**WORK ORDER**. From the line below that contains "filename src/cli/pictures.ts" to the line that contains "type Component, type", repeat every line exactly, both ends included, and nothing else.

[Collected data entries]
>>>>>
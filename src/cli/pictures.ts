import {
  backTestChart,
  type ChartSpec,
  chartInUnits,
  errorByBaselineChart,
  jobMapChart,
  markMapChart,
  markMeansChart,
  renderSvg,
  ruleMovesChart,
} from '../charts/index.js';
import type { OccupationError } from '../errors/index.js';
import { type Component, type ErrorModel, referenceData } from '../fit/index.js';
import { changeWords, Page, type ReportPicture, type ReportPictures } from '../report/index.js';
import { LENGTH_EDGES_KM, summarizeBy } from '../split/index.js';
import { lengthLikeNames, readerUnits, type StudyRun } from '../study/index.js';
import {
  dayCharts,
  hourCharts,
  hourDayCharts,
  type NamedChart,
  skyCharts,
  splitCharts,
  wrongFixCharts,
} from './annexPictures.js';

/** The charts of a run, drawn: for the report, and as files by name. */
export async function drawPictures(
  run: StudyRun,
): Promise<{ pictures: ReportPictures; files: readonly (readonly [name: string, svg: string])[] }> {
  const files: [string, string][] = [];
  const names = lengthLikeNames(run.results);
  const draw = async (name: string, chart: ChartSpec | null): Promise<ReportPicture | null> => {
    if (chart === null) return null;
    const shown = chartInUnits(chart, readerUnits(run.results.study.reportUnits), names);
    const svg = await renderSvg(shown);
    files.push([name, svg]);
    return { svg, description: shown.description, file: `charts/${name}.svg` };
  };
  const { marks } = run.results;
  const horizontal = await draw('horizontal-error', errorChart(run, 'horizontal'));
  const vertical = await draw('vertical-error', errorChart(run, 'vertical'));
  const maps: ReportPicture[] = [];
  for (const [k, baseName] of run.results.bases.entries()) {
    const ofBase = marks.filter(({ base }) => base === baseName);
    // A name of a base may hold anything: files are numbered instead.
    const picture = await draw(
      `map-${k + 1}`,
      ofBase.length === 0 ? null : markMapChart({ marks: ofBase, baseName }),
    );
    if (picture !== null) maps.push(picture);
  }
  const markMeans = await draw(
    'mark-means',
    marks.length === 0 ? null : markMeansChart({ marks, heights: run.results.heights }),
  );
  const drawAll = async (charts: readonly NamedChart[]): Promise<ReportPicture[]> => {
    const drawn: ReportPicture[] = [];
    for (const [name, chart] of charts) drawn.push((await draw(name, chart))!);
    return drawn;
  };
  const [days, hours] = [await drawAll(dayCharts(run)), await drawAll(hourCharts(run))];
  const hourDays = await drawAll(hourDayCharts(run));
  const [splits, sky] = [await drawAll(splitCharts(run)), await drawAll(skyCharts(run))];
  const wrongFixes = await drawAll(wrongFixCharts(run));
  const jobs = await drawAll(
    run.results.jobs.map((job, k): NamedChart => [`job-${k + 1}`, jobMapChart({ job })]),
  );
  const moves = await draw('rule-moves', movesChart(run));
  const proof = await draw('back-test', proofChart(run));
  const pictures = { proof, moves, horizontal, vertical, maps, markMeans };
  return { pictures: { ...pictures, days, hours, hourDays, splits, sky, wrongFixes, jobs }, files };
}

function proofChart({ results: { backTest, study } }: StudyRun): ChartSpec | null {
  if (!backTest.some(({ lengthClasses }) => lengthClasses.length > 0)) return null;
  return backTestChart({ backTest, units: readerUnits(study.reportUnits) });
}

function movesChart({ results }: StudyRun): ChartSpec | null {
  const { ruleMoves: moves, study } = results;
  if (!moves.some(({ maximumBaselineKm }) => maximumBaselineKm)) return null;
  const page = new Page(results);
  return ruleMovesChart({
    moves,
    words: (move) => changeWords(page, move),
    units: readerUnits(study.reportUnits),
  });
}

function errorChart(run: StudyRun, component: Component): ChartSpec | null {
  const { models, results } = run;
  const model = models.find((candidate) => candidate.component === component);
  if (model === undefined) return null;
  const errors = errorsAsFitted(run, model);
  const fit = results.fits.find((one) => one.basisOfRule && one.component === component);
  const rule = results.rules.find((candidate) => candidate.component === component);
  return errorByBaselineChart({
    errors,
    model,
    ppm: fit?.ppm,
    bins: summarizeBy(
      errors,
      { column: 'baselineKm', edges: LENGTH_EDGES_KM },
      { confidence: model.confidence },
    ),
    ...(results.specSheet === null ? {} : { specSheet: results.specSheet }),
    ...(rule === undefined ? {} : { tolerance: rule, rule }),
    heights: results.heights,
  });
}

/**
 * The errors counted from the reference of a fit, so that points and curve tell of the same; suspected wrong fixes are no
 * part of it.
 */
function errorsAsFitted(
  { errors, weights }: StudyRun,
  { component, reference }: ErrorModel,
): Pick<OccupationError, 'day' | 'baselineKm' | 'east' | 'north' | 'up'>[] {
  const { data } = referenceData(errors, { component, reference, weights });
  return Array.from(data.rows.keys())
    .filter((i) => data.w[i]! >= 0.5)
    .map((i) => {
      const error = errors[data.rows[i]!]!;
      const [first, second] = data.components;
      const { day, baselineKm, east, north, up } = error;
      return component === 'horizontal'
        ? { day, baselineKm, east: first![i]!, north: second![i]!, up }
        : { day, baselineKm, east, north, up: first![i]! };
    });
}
<<<<<
>>>>>
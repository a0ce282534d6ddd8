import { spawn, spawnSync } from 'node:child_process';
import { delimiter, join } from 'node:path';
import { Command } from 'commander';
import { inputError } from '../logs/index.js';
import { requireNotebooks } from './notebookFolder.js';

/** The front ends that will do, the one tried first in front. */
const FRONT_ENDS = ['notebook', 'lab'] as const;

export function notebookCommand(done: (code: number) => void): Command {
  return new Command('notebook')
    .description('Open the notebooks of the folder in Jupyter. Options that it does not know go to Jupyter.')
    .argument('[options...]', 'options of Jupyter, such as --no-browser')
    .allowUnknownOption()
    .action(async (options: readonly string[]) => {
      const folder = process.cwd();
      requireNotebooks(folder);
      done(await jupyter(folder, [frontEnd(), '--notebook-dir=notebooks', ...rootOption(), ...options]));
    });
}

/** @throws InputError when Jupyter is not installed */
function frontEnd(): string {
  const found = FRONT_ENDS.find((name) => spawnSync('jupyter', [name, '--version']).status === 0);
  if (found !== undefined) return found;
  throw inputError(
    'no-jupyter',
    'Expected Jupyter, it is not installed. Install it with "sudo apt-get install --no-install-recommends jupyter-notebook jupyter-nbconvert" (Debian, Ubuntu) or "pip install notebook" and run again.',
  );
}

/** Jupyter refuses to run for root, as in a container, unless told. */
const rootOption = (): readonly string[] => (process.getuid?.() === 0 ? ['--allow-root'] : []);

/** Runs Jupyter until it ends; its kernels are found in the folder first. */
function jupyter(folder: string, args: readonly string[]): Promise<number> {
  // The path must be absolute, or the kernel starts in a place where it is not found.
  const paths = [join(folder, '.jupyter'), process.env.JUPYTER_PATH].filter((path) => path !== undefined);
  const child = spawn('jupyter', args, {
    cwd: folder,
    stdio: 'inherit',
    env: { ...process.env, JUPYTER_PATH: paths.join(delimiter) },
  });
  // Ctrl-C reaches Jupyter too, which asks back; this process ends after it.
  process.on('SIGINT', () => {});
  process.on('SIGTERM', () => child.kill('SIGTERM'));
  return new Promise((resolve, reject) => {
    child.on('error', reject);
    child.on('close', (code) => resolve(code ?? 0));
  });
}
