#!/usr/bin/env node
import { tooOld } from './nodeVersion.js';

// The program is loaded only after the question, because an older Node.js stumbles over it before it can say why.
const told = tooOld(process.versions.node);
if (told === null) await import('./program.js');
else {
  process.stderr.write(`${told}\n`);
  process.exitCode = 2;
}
<<<<<
**EXPECTED ANSWER**.
filename src/cli/pictures.ts
import {
  backTestChart,
  type ChartSpec,
  chartInUnits,
  errorByBaselineChart,
  jobMapChart,
  markMapChart,
  markMeansChart,
  renderSvg,
  ruleMovesChart,
} from '../charts/index.js';
import type { OccupationError } from '../errors/index.js';
import { type Component, type ErrorModel, referenceData } from '../fit/index.js';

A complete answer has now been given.